= Richard Wroe =

Richard Wroe

Richard Wroe (1641–1717), was warden of Manchester church, and so eloquent that he was called "silver tongued Wroe".

==Life==
He was educated at the Bury Grammar School and at Jesus College, Cambridge, which he entered in June 1658. He graduated B.A. in 1661, M.A. in 1665, B.D. in 1672, and D.D. in 1686; and was incorporated M.A. of Oxford University in May 1669. Through the influence of Lord Delamere (afterwards Earl of Warrington) he obtained in 1672 a royal mandate for the next presentation to a fellowship of the college at Manchester. He was admitted in February 1674–5. His next promotion was to a prebendal stall in Chester Cathedral in March 1677–8. He had previously been appointed domestic chaplain to Dr. John Pearson (1613–1686), his diocesan, who in 1679 appointed him curate of Wigan church, and in April 1681 presented him to the rectory of Bowdon, Cheshire. This he resigned in March 1689–90. On 1 May 1684 he was installed warden of Manchester College, and in the same year became vicar of Garstang, Lancashire, which benefice he resigned in 1696 on being presented to the rectory of West Kirby, Cheshire.

During the long period of his wardenship Wroe had great influence in the Manchester area. A Whig, he was sincerely devoted to the Hanoverian dynasty. William Hulme appointed him one of the first trustees of the Hulmeian benefactions.

Wroe died at Manchester on 1 January 1718, and was buried in the chancel of the collegiate church.

==Works==
As rural dean of Manchester Wroe rendered assistance to Bishop Gastrell in the compilation of his Notitia Cestriensis. He was a student of natural philosophy and a correspondent of Flamsteed. A number of his letters on public and personal affairs addressed to Roger and George Kenyon, 1694–1713, are preserved in the Kenyon manuscripts. He was the author of five separately published sermons; the animation and felicity of his pulpit discourses earned him the title of "silver-tongued Wroe".

==Personal==
Wroe was the son of Richard Wroe of Heaton Yate or Heaton Gate in the parish of Prestwich, Lancashire, was born at Radcliffe, Lancashire, on 21 August 1641, and baptised on 8 September.

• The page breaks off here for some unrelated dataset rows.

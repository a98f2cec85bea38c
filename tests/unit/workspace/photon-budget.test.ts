import { describe, expect, it } from "vitest";
import { targetPhotonBudget } from "@/lib/lensing/photon-budget";
import { depthAnswer } from "@/lib/lensing/science-case-depth";
import { DAY_S } from "@/lib/physics/constants";
import type { ObservingSchedule } from "@/lib/schedule";
import { eventTimingOf, lensSolutionOf, orbitInputsOf, photonBudgetInputsOf, type FeasibilitySettings } from "@/lib/workspace/derived";
import { defaultPhotometrySettings, photometrySettingsSchema } from "@/lib/workspace/photometry-schema";
import { instrumentSchema } from "@/lib/workspace/proposal-schema";
import { sourcePhotometryErrors, type LensHypothesis } from "@/lib/workspace/target-schema";

/** A 1 m telescope in I (typical dark site), 20 min visits with 60 s overhead: 1140 s to expose. */
const settings: FeasibilitySettings = {
  site: { name: "Test ridge", latitudeDeg: -30.2, longitudeDeg: -70.7, elevationM: 2200, horizonLimitDeg: 20 },
  instrument: instrumentSchema.parse({ resolutionMas: 50, cadenceHours: 24, campaignLengthDays: 90, visitMinutes: 20 }),
  photometry: photometrySettingsSchema.parse({ apertureM: 1, centralObstructionM: 0.3, overheadS: 60, bandId: "jc-i" }),
  cycleStartDate: "2031-03-01",
  cycleEndDate: "2031-05-31",
};

const PEAK_JD = 2_463_000.5;
const event: LensHypothesis = {
  lensModel: "point",
  lensMassSolar: 0.3,
  lensDistancePc: 4000,
  sourceDistancePc: 8000,
  sourceOffsetThetaE: 0.1,
  properMotionMasPerYr: 5,
  eventPeakJdUtc: PEAK_JD,
  sourceMagnitude: 19,
  blendFraction: 0.5,
};

/** Visits at air mass 1.2 with the Moon down, but the middle one (the peak) 6° from a bright Moon. */
function schedule(visitsJdUtc: number[]): ObservingSchedule {
  const n = visitsJdUtc.length;
  const moonZenithDeg = new Float32Array(n).fill(120);
  const moonSeparationDeg = new Float32Array(n).fill(120);
  moonZenithDeg[20] = 40;
  moonSeparationDeg[20] = 6;
  return {
    visitsJdUtc: Float64Array.from(visitsJdUtc),
    visitSky: {
      airmass: new Float32Array(n).fill(1.2),
      targetZenithDeg: new Float32Array(n).fill(33.6),
      moonZenithDeg,
      moonSeparationDeg,
      moonPhaseAngleDeg: new Float32Array(n).fill(20),
    },
    cycle: { startJdUtc: visitsJdUtc[0], endJdUtc: visitsJdUtc[n - 1] },
  } as unknown as ObservingSchedule;
}

function budgetOf(h: LensHypothesis, visits: number[], caseId: "photometric-microlensing" | "resolved-images" | "horizon-scale" | "relativistic-orbit" = "photometric-microlensing", s = settings) {
  const solved = lensSolutionOf(h)!;
  return targetPhotonBudget({ caseId, solution: solved.solution, event: eventTimingOf(h, solved.solution, solved.geometry), schedule: schedule(visits), inputs: photonBudgetInputsOf(h, s), orbit: orbitInputsOf(h, solved.geometry) });
}

const tEDays = lensSolutionOf(event)!.solution.einsteinTimeS! / DAY_S;
const visits = Array.from({ length: 41 }, (_, i) => PEAK_JD + (i - 20) * (tEDays / 10));

describe("a target's photon budget", () => {
  it("grades the visits in t0 ± t_E only, each at the blend's magnitude along the event (Paczyński 1986; blending: A f_s + 1 − f_s)", () => {
    const outcome = budgetOf(event, visits);
    if (!("budget" in outcome)) throw new Error("no budget");
    const { budget } = outcome;
    expect(budget.visitsJdUtc.length).toBe(21);
    for (let i = 0; i < budget.visitsJdUtc.length; i++) {
      const tau = (budget.visitsJdUtc[i] - PEAK_JD) / tEDays;
      const u = Math.hypot(0.1, tau);
      const a = (u * u + 2) / (u * Math.sqrt(u * u + 4));
      // m = m_s + 2.5 log f_s − 2.5 log(A f_s + 1 − f_s), written out here from the definitions.
      expect(budget.magnitudes[i]).toBeCloseTo(19 + 2.5 * Math.log10(0.5) - 2.5 * Math.log10(a * 0.5 + 0.5), 12);
    }
    // The peak is the brightest visit; the worst is at an edge of the span.
    expect(budget.visitsJdUtc[budget.brightestVisit]).toBe(PEAK_JD);
    expect([0, 20]).toContain(budget.worstVisit);
  });

  it("asks Σ (the goal's exposure, at most the 1140 s a visit leaves, plus the 60 s overhead)", () => {
    const outcome = budgetOf({ ...event, sourceMagnitude: 21.5 }, visits);
    if (!("budget" in outcome)) throw new Error("no budget");
    const { budget } = outcome;
    let seconds = 0;
    for (let i = 0; i < budget.visitsJdUtc.length; i++) seconds += Math.min(budget.series.exposureForGoalS[i], 1140) + 60;
    expect(budget.timeRequestHours).toBeCloseTo(seconds / 3600, 9);
    expect(budget.visitExposureS).toBe(1140);
  });

  it("answers the depth question by the worst visit: the goal feasible, half of it marginal, less infeasible (our rule)", () => {
    const verdictAt = (sourceMagnitude: number) => depthAnswer(budgetOf({ ...event, sourceMagnitude }, visits))!.verdict;
    expect(verdictAt(17)).toBe("feasible");
    expect(verdictAt(25)).toBe("infeasible");
    // Somewhere between, the worst visit reaches between half the goal and the goal.
    const sweep = Array.from({ length: 101 }, (_, i) => 17 + i / 20);
    expect(sweep.map(verdictAt)).toContain("marginal");
    for (const sourceMagnitude of sweep) {
      const outcome = budgetOf({ ...event, sourceMagnitude }, visits);
      if (!("budget" in outcome)) throw new Error("no budget");
      const reached = outcome.budget.series.signalToNoise[outcome.budget.worstVisit];
      expect(verdictAt(sourceMagnitude)).toBe(reached >= 50 ? "feasible" : reached >= 25 ? "marginal" : "infeasible");
    }
  });

  it("warns of visits nearer the Moon than the moonlight model is fitted to (10°, Krisciunas & Schaefer 1991)", () => {
    const answer = depthAnswer(budgetOf(event, visits))!;
    expect(answer.sentence).toMatch(/1 visit lies within 10° of the Moon, where the moonlight model underestimates the sky/);
  });

  it("measures the fainter image alone for resolved images, at every planned visit", () => {
    const lens = { ...event, sourceOffsetThetaE: 0.5 };
    const outcome = budgetOf(lens, visits, "resolved-images");
    if (!("budget" in outcome)) throw new Error("no budget");
    const faint = lensSolutionOf(lens)!.solution.images[1];
    expect(outcome.budget.visitsJdUtc.length).toBe(41);
    expect(outcome.budget.magnitudes[0]).toBeCloseTo(19 - 2.5 * Math.log10(Math.abs(faint.magnification)), 12);
    const images = lensSolutionOf(lens)!.solution.images;
    expect(outcome.budget.imageMagnitudes).toEqual(images.map((image) => 19 - 2.5 * Math.log10(Math.abs(image.magnification))));
  });

  it("measures the orbiting star itself in a relativistic orbit, at the visits within ±10 % of the period around the next periapsis", () => {
    // a = 700 au about 5.2 × 10⁶ M☉: P = √(a³/M) yr = 8.12 yr = 2966 d (Kepler's third law), window ±296.6 d.
    const periapsisJdUtc = 2_463_500.5;
    const star: LensHypothesis = {
      lensModel: "point",
      lensMassSolar: 5.2e6,
      lensDistancePc: 8300,
      sourceDistancePc: 9000,
      sourceOffsetThetaE: 2,
      orbitSemiMajorAxisAu: 700,
      orbitEccentricity: 0.93,
      orbitPeriapsisJdUtc: periapsisJdUtc,
      sourceMagnitude: 14.1,
      blendFraction: 1,
    };
    const everyTenDays = Array.from({ length: 200 }, (_, i) => periapsisJdUtc - 1000 + 10 * i);
    const outcome = budgetOf(star, everyTenDays, "relativistic-orbit");
    if (!("budget" in outcome)) throw new Error("no budget");
    const halfDays = 0.1 * Math.sqrt(700 ** 3 / 5.2e6) * 365.25;
    const inWindow = everyTenDays.filter((jd) => Math.abs(jd - periapsisJdUtc) <= halfDays);
    expect(inWindow.length).toBe(59);
    expect(Array.from(outcome.budget.visitsJdUtc)).toEqual(inWindow);
    expect(outcome.budget.measured).toBe("orbiting-star");
    expect(new Set(outcome.budget.magnitudes)).toEqual(new Set([14.1]));
    // Without its periapsis time the passage cannot be placed: every planned visit is graded.
    const unplaced = budgetOf({ ...star, orbitPeriapsisJdUtc: null }, everyTenDays, "relativistic-orbit");
    expect("budget" in unplaced && unplaced.budget.visitsJdUtc.length).toBe(200);
  });

  it("names the missing input in words, and asks nothing of horizon-scale imaging or of a bench without a camera", () => {
    expect(budgetOf({ ...event, sourceMagnitude: null }, visits)).toEqual({ missing: expect.stringMatching(/^Set the source's magnitude/) });
    expect(budgetOf(event, visits, "photometric-microlensing", { ...settings, photometry: defaultPhotometrySettings })).toEqual({ missing: expect.stringMatching(/^Set the telescope's aperture/) });
    expect(budgetOf(event, visits, "horizon-scale")).toEqual({ notApplicable: true });
    expect(budgetOf(event, visits, "photometric-microlensing", { ...settings, photometry: null })).toEqual({ notApplicable: true });
    expect(depthAnswer({ notApplicable: true })).toBeNull();
  });
});

describe("a target's source photometry, checked across fields", () => {
  it("refuses a band or a blend fraction without the magnitude they qualify, naming the field in words", () => {
    expect(sourcePhotometryErrors({ sourceBand: "jc-i", sourceMagnitude: null, blendFraction: null })).toEqual({
      sourceMagnitude: ["Give the source magnitude in the band chosen for it, or clear the source's band."],
    });
    expect(sourcePhotometryErrors({ sourceBand: null, sourceMagnitude: undefined, blendFraction: 0.5 }).sourceMagnitude).toEqual([
      "Give the source magnitude the blend fraction f_s refers to, or clear f_s.",
    ]);
    expect(sourcePhotometryErrors({ sourceBand: "jc-i", sourceMagnitude: 19, blendFraction: 0.5 })).toEqual({});
    expect(sourcePhotometryErrors({ sourceBand: null, sourceMagnitude: null, blendFraction: null })).toEqual({});
  });
});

He married three times: first, to Elizabeth (surname unknown), who died in 1689; second, on 22 June 1693, to Ann Radcliffe, who died in the following January; third, on 2 March 1697, to Dorothy, daughter of Roger Kenyon of Peel, M.P. By his last wife he had four children, three of whom predeceased him; the youngest, Thomas, became a fellow of Manchester College.

His portrait was in the possession of Lord Kenyon. Copies of an etched portrait by Walter Geikie were published at Manchester about 1824, and a woodcut appears in the Palatine Notebook, 1882.